WORK INSTRUCTION = Read through the data and report every line in which the word "scores" occurs.

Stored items
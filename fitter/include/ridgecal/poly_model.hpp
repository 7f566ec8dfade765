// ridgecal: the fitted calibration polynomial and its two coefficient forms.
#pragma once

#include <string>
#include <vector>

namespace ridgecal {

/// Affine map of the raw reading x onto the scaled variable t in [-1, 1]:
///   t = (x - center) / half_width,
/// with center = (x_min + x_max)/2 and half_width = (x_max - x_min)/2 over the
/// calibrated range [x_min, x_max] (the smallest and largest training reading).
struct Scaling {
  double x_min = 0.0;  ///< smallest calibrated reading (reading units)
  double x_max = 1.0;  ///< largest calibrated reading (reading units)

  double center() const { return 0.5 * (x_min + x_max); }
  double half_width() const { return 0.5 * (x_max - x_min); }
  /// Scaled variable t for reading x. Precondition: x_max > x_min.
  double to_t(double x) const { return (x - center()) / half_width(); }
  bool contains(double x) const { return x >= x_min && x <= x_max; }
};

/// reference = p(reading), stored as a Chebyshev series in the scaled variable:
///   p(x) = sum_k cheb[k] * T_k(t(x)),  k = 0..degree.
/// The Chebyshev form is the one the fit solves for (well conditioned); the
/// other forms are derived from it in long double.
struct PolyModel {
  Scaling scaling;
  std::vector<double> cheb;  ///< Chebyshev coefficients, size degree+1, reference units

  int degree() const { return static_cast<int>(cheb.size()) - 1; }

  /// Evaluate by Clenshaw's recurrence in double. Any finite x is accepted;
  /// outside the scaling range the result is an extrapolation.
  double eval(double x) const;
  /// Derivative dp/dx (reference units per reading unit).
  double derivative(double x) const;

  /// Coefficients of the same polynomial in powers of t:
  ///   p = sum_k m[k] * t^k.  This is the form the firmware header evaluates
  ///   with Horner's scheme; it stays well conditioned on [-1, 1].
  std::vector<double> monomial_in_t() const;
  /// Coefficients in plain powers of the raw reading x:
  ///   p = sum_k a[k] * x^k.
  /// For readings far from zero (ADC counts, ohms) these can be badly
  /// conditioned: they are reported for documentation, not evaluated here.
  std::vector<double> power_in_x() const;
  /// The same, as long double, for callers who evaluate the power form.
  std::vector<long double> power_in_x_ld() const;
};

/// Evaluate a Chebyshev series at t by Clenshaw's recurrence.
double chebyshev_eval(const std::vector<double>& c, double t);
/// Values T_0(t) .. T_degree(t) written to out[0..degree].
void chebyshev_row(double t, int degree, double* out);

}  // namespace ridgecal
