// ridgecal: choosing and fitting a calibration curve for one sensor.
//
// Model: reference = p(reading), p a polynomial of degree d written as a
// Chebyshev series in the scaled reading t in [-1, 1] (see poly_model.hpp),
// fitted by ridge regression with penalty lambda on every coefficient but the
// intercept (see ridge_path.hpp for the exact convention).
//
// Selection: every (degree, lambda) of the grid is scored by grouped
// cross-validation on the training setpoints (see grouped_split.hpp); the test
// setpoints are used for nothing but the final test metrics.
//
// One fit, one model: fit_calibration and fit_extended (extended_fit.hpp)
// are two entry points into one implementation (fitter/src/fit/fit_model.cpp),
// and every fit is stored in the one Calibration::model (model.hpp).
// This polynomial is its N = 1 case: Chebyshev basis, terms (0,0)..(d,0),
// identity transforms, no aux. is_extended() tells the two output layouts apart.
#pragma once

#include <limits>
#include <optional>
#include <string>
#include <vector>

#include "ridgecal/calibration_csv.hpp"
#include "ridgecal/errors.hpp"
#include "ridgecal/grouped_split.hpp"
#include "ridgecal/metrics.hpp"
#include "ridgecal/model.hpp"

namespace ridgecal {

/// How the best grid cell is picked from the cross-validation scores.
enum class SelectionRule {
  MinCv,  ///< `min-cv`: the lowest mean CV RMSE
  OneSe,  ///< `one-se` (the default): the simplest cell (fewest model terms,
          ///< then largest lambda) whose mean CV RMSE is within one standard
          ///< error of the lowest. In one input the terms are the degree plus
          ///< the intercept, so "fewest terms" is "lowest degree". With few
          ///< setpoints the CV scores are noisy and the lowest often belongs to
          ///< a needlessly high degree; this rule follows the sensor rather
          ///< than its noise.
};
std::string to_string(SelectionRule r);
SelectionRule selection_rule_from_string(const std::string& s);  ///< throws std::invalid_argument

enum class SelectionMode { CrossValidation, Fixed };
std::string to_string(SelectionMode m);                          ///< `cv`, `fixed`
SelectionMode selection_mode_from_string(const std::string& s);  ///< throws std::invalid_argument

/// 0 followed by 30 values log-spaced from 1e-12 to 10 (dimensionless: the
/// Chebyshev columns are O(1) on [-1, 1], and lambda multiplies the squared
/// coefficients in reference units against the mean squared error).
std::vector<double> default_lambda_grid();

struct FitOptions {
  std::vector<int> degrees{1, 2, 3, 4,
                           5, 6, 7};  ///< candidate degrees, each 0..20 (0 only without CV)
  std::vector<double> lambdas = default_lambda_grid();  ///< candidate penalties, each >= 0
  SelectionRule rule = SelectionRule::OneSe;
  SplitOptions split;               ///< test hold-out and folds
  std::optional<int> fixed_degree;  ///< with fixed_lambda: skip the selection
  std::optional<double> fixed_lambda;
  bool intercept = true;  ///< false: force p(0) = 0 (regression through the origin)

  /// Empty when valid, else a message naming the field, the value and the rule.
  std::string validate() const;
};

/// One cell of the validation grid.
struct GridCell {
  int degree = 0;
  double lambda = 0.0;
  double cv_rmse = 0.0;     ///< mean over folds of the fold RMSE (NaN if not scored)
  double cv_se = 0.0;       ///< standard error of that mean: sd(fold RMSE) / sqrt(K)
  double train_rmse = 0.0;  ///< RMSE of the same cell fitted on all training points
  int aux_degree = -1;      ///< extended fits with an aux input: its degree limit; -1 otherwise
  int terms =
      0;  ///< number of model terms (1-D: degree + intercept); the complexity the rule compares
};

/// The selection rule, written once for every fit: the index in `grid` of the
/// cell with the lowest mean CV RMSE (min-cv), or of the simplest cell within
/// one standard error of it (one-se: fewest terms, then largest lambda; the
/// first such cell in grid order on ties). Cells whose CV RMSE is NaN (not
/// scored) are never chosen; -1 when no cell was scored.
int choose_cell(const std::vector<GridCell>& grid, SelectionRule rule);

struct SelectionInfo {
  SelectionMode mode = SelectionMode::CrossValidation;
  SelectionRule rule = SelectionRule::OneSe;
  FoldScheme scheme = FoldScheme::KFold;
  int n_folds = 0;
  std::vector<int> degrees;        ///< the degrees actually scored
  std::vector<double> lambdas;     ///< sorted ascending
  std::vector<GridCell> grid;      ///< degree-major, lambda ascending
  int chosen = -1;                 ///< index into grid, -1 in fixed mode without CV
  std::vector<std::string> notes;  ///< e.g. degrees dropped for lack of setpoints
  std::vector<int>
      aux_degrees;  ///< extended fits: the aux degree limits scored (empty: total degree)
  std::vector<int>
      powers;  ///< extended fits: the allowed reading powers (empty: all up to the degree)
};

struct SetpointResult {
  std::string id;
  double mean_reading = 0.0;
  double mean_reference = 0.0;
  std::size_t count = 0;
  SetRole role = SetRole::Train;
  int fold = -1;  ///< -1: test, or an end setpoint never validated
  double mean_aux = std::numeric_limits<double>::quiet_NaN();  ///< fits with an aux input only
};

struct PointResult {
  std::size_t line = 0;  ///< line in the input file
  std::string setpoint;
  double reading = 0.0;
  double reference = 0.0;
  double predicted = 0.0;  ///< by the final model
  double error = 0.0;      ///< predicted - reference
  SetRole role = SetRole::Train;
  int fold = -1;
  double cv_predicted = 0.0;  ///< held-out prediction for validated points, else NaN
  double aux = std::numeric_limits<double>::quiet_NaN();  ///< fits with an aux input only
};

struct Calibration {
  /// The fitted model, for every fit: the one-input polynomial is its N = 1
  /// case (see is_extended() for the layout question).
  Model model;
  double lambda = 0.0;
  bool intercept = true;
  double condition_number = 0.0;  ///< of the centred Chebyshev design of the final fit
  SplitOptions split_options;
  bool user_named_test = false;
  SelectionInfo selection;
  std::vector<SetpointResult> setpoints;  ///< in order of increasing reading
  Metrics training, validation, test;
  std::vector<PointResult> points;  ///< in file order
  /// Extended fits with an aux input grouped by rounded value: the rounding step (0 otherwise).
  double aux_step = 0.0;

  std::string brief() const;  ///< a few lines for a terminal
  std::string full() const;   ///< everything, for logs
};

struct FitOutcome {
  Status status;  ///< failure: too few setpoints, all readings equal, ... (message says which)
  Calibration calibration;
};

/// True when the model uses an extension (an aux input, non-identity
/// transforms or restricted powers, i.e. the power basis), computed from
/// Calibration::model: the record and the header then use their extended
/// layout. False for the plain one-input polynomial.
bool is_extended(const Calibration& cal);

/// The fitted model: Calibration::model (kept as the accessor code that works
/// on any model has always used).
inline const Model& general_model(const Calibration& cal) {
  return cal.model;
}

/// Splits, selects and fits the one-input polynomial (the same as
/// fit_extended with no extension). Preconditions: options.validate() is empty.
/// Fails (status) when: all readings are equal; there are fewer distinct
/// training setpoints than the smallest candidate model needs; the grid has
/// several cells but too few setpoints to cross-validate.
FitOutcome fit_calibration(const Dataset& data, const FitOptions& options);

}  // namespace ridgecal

WRITTEN SOLUTION =
/// How the best grid cell is picked from the cross-validation scores.
          ///< setpoints the CV scores are noisy and the lowest often belongs to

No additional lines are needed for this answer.